What are the benefits of using a data warehouse?
Most businesses have 5+ tools and platforms that are constantly producing and storing user data. This includes their analytics platforms, CRM, CMS, ad platforms, social media, marketing automation tools, A/B testing platforms, and more.
Having this data spread across multiple platforms will, sooner or later, cause problems like:
• Tools reporting different values for similar metrics (number of sessions, conversion rate, etc.)
• Troubles compiling data from multiple sources
• Tools aggregating data in a way that doesn’t make sense for your use case (i.e. session vs. user)
If your teams are reporting on similar metrics with different data, it’s a recipe for chaos. This can lead to people questioning your efforts. In many cases, the problem isn’t that the numbers are wrong, it’s that the numbers are calculated differently.
If any of those problems sound familiar, then you need a data warehouse; a central location where data from various tools and other sources is pulled together, in a raw format. This means that you can define how certain metrics are calculated, join data from different sources and find answers to important business questions.
What data should you store in a data warehouse?
The more the better.
Since the cost of storing data in the cloud has become relatively cheap, there is no reason why you shouldn’t store all the data you possibly can in your data warehouse.
Examples of the kind of data you might store in a data warehouse;
• Google Analytics (raw, hit-level, unsampled)
• Google Ads and other ad platforms (campaigns, cost, impressions, etc.)
• Back-end data (i.e. Shopify orders, leads, order data, customer data)
• Marketing platforms (Mailchimp, Klaviyo, Hubspot, etc)
• Stock/shipping/warehouse data
What's the difference between a data warehouse and data mining?
A data warehouse is a system used to store data. The data can then be queried using a query language like SQL.
Data mining, on the other hand, is a process. This can be part of the process of getting data into a data warehouse, but more commonly, it describes the process of accessing data already stored in a data warehouse to discover patterns, correlations, and find actionable insights.
What are the key elements required for a data warehouse?
To have a fully functional data warehouse you need to have at least the following elements;
• Data pipeline or an ETL process to get data into a data warehouse
• Data warehousing software (BigQuery, Snowflake, etc.)
• Schema of how the data is being transferred, modified, and stored
• A business intelligence tool for accessing data (Looker, Tableau, Power BI)
What is the purpose of a data warehouse?
Joining data from various sources
When sending data into a data warehouse, there should always be an ID/key that is also found in some other source/table. This can be a user ID, campaign ID, order ID, or something else. This then enables you to answer questions like;
• How many leads from [campaign X, experiment Y, source Z] converted into paying customers, and what is their LTV?
• What is the churn rate from a specific traffic source or user segment? How does it compare with other traffic sources or segments?
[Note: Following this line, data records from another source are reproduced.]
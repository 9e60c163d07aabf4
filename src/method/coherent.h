// SPDX-License-Identifier: GPL-3.0-or-later
// Frequencies and blocks such that whole cycles fill a block: then a rectangular window reads every
// harmonic without leakage (coherent sampling, IEEE Std 1057-2017, 4.1.4, from memory).
#pragma once

#include <cstddef>
#include <span>

#include "quantity/quantity.h"

namespace kneeprint {

struct CoherentTone {
  Hertz frequency{0.0};    ///< as played
  std::size_t block = 0;   ///< samples
  std::size_t cycles = 0;  ///< per block
};

/// The frequency nearest to `asked`, shifted by at most 0.1 %, of which whole cycles fill a block
/// at least `wanted` long, and none of whose harmonics 1 .. orders comes within 1 Hz (where 0.1 %
/// leaves no room: 0.2 Hz, then 0.1 Hz) of a multiple of 50 or 60 Hz. Blocks are multiples of 0.1 s
/// where the rate allows, so that mains lines, too, fill whole cycles and do not leak. The block is
/// lengthened (to 10 s at most) when no such frequency exists; when none keeps clear of the mains
/// the nearest coherent one is taken. asked: above 0, below half the rate.
CoherentTone coherent_tone(Hertz asked, Hertz rate, Seconds wanted, int orders);

/// Samples of the shortest block at least `wanted` long in which every tone fills whole cycles (to
/// one part in 10^9). Tones are multiples of 1 Hz at the usual rates, so 1 s always serves.
std::size_t common_block(std::span<const Hertz> tones, Hertz rate, Seconds wanted);

struct CoherentPair {
  Hertz f1{0.0}, f2{0.0};  ///< as played
  std::size_t block = 0;   ///< samples
  std::size_t cycles1 = 0, cycles2 = 0;
};

/// Two tones of which whole cycles fill a block at least `wanted` long, with at least every second
/// bin free of their products, so that the noise shows. Exactly those asked for where a block at
/// most 2 s longer holds them (whole hertz); else the shortest block, up to 10 s longer, in which
/// neither tone nor their difference is shifted by more than 0.1 %. Throws InputError when there is
/// none: tones under 1 Hz, equal, or too close.
CoherentPair coherent_pair(Hertz f1, Hertz f2, Hertz rate, Seconds wanted);

}  // namespace kneeprint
• What are all of the touchpoints for a specific user or a (high-value) user segment? (ad, email, website, support chat, phone call, etc.)
You can define your metrics
In Google Analytics (and many other tools) you will start collecting data after you define a metric. If you change a metric, you will start collecting from that moment on with no view on the historical data.
If you have all the data available in your data warehouse, you can define your metrics, KPIs, goals, and funnels on the go. Modify them to your liking and immediately create a report based on your historical data. This helps you to answer questions like;
• What is the conversion rate of each step in an alternative funnel that I didn’t define before?
• What is the conversion rate for each traffic channel for specific user action, that I didn’t define as a goal?
Gain access to unsampled and unaggregated data
Google Analytics and many other tools aggregate data based on how they see fit. This includes how they define a conversion, conversion rate, session, bounce rate, etc. In many cases, this is not how the business itself would define them. I.e. the use of session vs. user for calculating metrics.
• Websites that receive lots of traffic are also affected by sampling.
• This means the reports you are looking at aren't based on 100% of the sessions (collected data), it may be an estimate based on say 5% of the data.
• With a data warehouse, there is no sampling. This helps you answer questions like;
Advanced dashboards and automated reports
With data warehousing, you can define metrics in your own way. This means that you can also use those metrics to build interactive dashboards, automated reports, and other types of visualizations/presentations based on your data. This allows you to build reports/dashboards for;
• Monitoring your A/B testing program, including data from Google Analytics, testing tools, and the back-end data.
• General business performance, including data from various sources, funnels with touchpoints in different platforms, etc.
• Specialized reports such as LTV, churn, user journey, etc.
Monitoring, machine learning, and other clever use cases
With a data warehouse, you have access to raw hit-level data, often in (near) real-time. This is the kind of data you can use for monitoring systems or building machine learning for things like marketing automation and product recommendations.
Some ideas;
• Use machine learning to detect the traits of high LTV customers. Show ads and send customized marketing messages to this audience.
• Configure a real-time monitoring system to detect changes in any critical metric. (i.e. alert you if the conversion rate for a specific device goes down)
• Use data from GA and other sources to show/send more accurate product recommendations.